I agree with the previous comments. I'd rather pay less t o get the 24-105mm than this disappointing sigma.


----------



## jrbdmb (Dec 3, 2013)

As long as Canon continues to pump out the 24-105L in kits (so you can pick up a white box version for under $700), this Sigma really has no reason to exist. It's larger, heavier, and at least for now more expensive, with little to no gain in IQ and a higher risk of AF issues.


----------



## crasher8 (Dec 3, 2013)

I have had 2 copies of the 24-105. This new Sigma beats it imho. Sharper corners, much less distortion at 24 and 105. The AF is as snappy and with smoother bokeh


----------



## Rienzphotoz (Dec 6, 2013)

Radiating said:


> The myth that Sigma focuses poorly is simply not true with their newer offerings.


+1


----------



## NancyP (Dec 17, 2013)

I welcome any choices of normal zoom, as I recently bought the 6D and would like to have a normal zoom. Currently I use my 60D as the walkaround camera because I have the excellent 15-85mm.

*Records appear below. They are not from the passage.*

import { type QueryClient, useQueryClient } from '@tanstack/react-query';
import { useState } from 'react';
import { useSearchParams } from 'react-router-dom';
import type { ProblemError } from '#client/api/problem-error.ts';
import { useAnnounce } from '#client/ui/announcer.tsx';
import { Button } from '#client/ui/button.tsx';
import { Dialog } from '#client/ui/dialog.tsx';
import { TextAreaField } from '#client/ui/fields.tsx';
import { Money } from '#client/ui/money.tsx';
import type { QuoteView } from '#contract/quotes';
import type { PriceBook, PricedCourse, QuoteResult } from '#domain/pricing/index';
import { optionLetter, optionWords } from '#domain/quotes/index';
import { formatDay } from '#domain/time/index';
import { quoteQuery, useAskApproval, useIssueQuote } from './queries.ts';
import type { DraftDesk } from './use-draft.ts';

interface SendProps {
  readonly quote: QuoteView;
  readonly desk: DraftDesk;
  readonly book: PriceBook;
  readonly results: readonly QuoteResult[];
  readonly onClose: () => void;
}

/** Says once more what goes to whom; then the server prices anew and freezes what was seen. */
export function SendDialog(props: SendProps) {
  const { quote, results, onClose } = props;
  const unpriced = results.findIndex((result) => !result.ok);
  if (unpriced >= 0) {
    return (
      <Dialog title="Not ready to send" open onClose={onClose}>
        <p>
          Option {optionLetter(unpriced)} cannot be priced yet. What is missing is marked at its field; the
          draft is kept.
        </p>
        <div className="mt-6">
          <Button kind="primary" onPress={onClose}>
            Back to the draft
          </Button>
        </div>
      </Dialog>
    );
  }
  const courses = results.flatMap((result) => (result.ok ? [result.course] : []));
  const [first] = courses;
  return (
    <Dialog title={`Send quote ${quote.number}`} open onClose={onClose}>
      <ul>
        {courses.map((course, index) => (
          <li key={optionLetter(index)} className="flex justify-between gap-4 border-b border-rule py-2">
            <span>
              Option {optionLetter(index)}, {wordsOf(props, index)}
              {course.standing === 'estimate' ? <span className="text-povidone"> · estimate</span> : null}
            </span>
            <span className="font-extrabold">
              <Money amount={course.totalMinor} currency={course.currency} alone />
            </span>
          </li>
        ))}
      </ul>
      {first ? <p className="mt-3 text-soft">Good until {formatDay(first.validUntil)}.</p> : null}
      {courses.some((course) => course.standing === 'estimate') ? (
        <p className="mt-3 font-semibold text-povidone">
          An estimate, subject to assessment: the patient can read it, and accept once the surgeon has
          approved a plan.
        </p>
      ) : null}
      <Act {...props} courses={courses} />
    </Dialog>
  );
}

function wordsOf({ desk, book }: SendProps, index: number): string {
  const option = desk.draft.options[index];
  return option ? optionWords(option, book).replace(/^./, (letter) => letter.toLowerCase()) : '';
}

function Act(props: SendProps & { readonly courses: readonly PricedCourse[] }) {
  const needed = props.courses.flatMap((course) => course.approvals);
  const { approval } = props.quote;
  if (needed.length > 0 && approval?.state !== 'approved') return <AskApproval {...props} />;
  return <Send {...props} />;
}

function Send({ quote, desk, courses, onClose }: SendProps & { readonly courses: readonly PricedCourse[] }) {
  const announce = useAnnounce();
  const client = useQueryClient();
  const issue = useIssueQuote();
  const [, setSearch] = useSearchParams();
  const [refused, setRefused] = useState<string>();
  const [saving, setSaving] = useState(false);
  const { email } = quote.patient;
  const send = async (withoutMail: boolean): Promise<void> => {
    setSaving(true);
    setRefused(undefined);
    const fresh = await readySince(client, desk, quote, courses);
    setSaving(false);
    if (typeof fresh === 'string') return setRefused(fresh);
    const options = courses.map((course, index) => {
      const price = fresh.prices[index];
      return { totalMinor: course.totalMinor, contentHash: price?.ok ? price.contentHash : NO_HASH };
    });
    issue.mutate(
      {
        params: { quoteId: quote.quoteId },
        body: { draftVersion: fresh.draftVersion, options, withoutMail },
      },
      {
        onSuccess: () => {
          announce(withoutMail || email === null ? 'Quote issued.' : `Quote sent to ${email}.`);
          setSearch({});
          onClose();
        },
        onError: (error) => setRefused(error.message),
      },
    );
  };
  return (
    <>
      <p className="mt-3">
        {email === null ? (
          <>
            The patient has no e-mail address. The quote can be issued without mail and handed over on paper.
          </>
        ) : (
          <>
            A mail with the quote and a private link goes to <strong>{email}</strong>.
          </>
        )}
      </p>
      {refused ? (
        <p role="alert" className="mt-4 font-semibold text-bengal">
          {refused}
        </p>
      ) : null}
      <div className="mt-6 flex flex-wrap gap-3">
        {email === null ? null : (
          <Button kind="primary" sending={issue.isPending || saving} onPress={() => void send(false)}>
            Send
          </Button>
        )}
        <Button
          kind={email === null ? 'primary' : 'secondary'}
          disabled={issue.isPending || saving}
          onPress={() => void send(true)}
        >
          Issue without mail
        </Button>
        <Button kind="quiet" onPress={onClose}>
          Leave it
        </Button>
      </div>
    </>
  );
}

const NO_HASH = '0'.repeat(64);

/**
 * The quote as the server has it now, once the draft is saved and nothing that the price depends on has moved since it was shown;
 * else why not.
 */
async function readySince(
  client: QueryClient,
  desk: DraftDesk,
  shown: QuoteView,
  courses: readonly PricedCourse[],
): Promise<QuoteView | string> {
  const saved = await desk.flush();
  if (saved === undefined)
    return 'The draft could not be saved, so nothing was sent. Close this and look at the sheet.';
  const fresh = await client.fetchQuery({ ...quoteQuery(shown.quoteId), staleTime: 0 });
  const moved =
    fresh.draftVersion !== saved ||
    fresh.today !== shown.today ||
    fresh.plan?.approvedPlanId !== shown.plan?.approvedPlanId ||
    fresh.prices.some((price, index) => price.ok && price.bookVersion !== courses[index]?.book.version);
  if (!moved) return fresh;
  await client.invalidateQueries({ queryKey: ['pricing-book'] });
  return 'The draft, the plan, the price book or the day has changed meanwhile. Look at the new figures, then send.';
}

/** A discount over one's own limit: another person agrees first. */
function AskApproval({
  quote,
  desk,
  courses,
  onClose,
}: SendProps & { readonly courses: readonly PricedCourse[] }) {
  const announce = useAnnounce();
  const client = useQueryClient();
  const ask = useAskApproval();
  const [reason, setReason] = useState('');
  const [refused, setRefused] = useState<string>();
  const { approval } = quote;
  const over = courses.flatMap((course) => course.approvals);
  const send = async (): Promise<void> => {
    const saved = await desk.flush();
    if (saved === undefined) return setRefused('The draft could not be saved, so nothing was asked.');
    ask.mutate(
      { params: { quoteId: quote.quoteId }, body: { draftVersion: saved, reason } },
      {
        onSuccess: () => {
          announce('A manager was asked to approve the discount.');
          onClose();
        },
        onError: (error) => setRefused(error.message),
      },
    );
  };
  return (
    <div className="mt-4 border-t border-rule pt-4">
      {over.map((each) => (
        <p key={each.discountId}>
          {each.reason} of {each.asked} is over your limit of {each.ownLimit}.
        </p>
      ))}
      {approval?.state === 'asked' ? (
        <>
          <p className="mt-2 font-semibold text-povidone">
            Asked by {approval.requestedBy}, waiting for a manager.
          </p>
          <div className="mt-6 flex flex-wrap gap-3">
            <Button onPress={() => void client.invalidateQueries(quoteQuery(quote.quoteId))}>
              Look again
            </Button>
            <Button kind="quiet" onPress={onClose}>
              Leave it
            </Button>
          </div>
        </>
      ) : (
        <>
          {approval?.state === 'refused' ? (
            <p className="mt-2 font-semibold text-bengal">
              Refused by {approval.decidedBy}
              {approval.decisionNote ? `: ${approval.decisionNote}` : ''}
            </p>
          ) : null}
          <TextAreaField
            label="Why it should be given"
            value={reason}
            onChange={setReason}
            className="mt-3"
            error={(ask.error as ProblemError | null)?.fieldMessage('reason')}
          />
          {refused ? (
            <p role="alert" className="mt-3 font-semibold text-bengal">
              {refused}
            </p>
          ) : null}
          <div className="mt-6 flex flex-wrap gap-3">
            <Button kind="primary" sending={ask.isPending} onPress={() => void send()}>
              Ask a manager
            </Button>
            <Button kind="quiet" onPress={onClose}>
              Leave it
            </Button>
          </div>
        </>
      )}
    </div>
  );
}
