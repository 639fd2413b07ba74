import { useState } from 'react';
import type { ProblemError } from '#client/api/problem-error.ts';
import { Button } from '#client/ui/button.tsx';
import { Dialog } from '#client/ui/dialog.tsx';
import { useSite } from '#client/ui/site.tsx';
import { type Particulars, ParticularsFields, particularsBody } from './particulars-fields.tsx';
import { useCreatePatient } from './queries.ts';

const NOBODY: Particulars = {
  givenName: '',
  familyName: '',
  bornOn: '',
  email: '',
  phone: '',
  patientClass: 'standard',
};

/** Takes up a patient at the site at hand; one of the same name and birthday is asked about first. */
export function TakeUpDialog({
  onClose,
  onTakenUp,
}: {
  readonly onClose: () => void;
  readonly onTakenUp: (patientId: number) => void;
}) {
  const site = useSite();
  const create = useCreatePatient();
  const [typed, setTyped] = useState(NOBODY);
  const problem = create.error as ProblemError | null;
  const twin = problem?.reason === 'patient_exists';
  const send = (evenSo: boolean): void =>
    create.mutate(
      { body: { siteId: site.siteId, ...particularsBody(typed), evenSo } },
      { onSuccess: (patient) => onTakenUp(patient.patientId) },
    );
  return (
    <Dialog title={`New patient at ${site.name}`} open onClose={onClose}>
      <form
        onSubmit={(event) => {
          event.preventDefault();
          send(false);
        }}
      >
        <ParticularsFields typed={typed} onType={setTyped} problem={problem} siteId={site.siteId} />
        {problem && problem.fields.length === 0 ? (
          <p role="alert" className="mt-4 font-semibold text-bengal">
            {problem.message}
          </p>
        ) : null}
        <div className="mt-6 flex flex-wrap gap-3">
          <Button kind="primary" type="submit" sending={create.isPending && !twin}>
            Take up
          </Button>
          {twin ? <Button onPress={() => send(true)}>Take up a second person</Button> : null}
          <Button kind="quiet" onPress={onClose}>
            Leave it
          </Button>
        </div>
      </form>
    </Dialog>
  );
}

The 6D has some primes, and its "normal" lens is the Sigma 35mm f/1.4. The 24-70 f/4 IS L is intriguing due to the light weight and near-macro capacity, making it in theory a strong contender for a hiking trip lens, but I hesitate due to the high price, apparent weak performance around 50mm, and relatively short working distance at macro. I really wish that Canon would have made a new 24-105 with near-macro, the working distance would have been more reasonable.


----------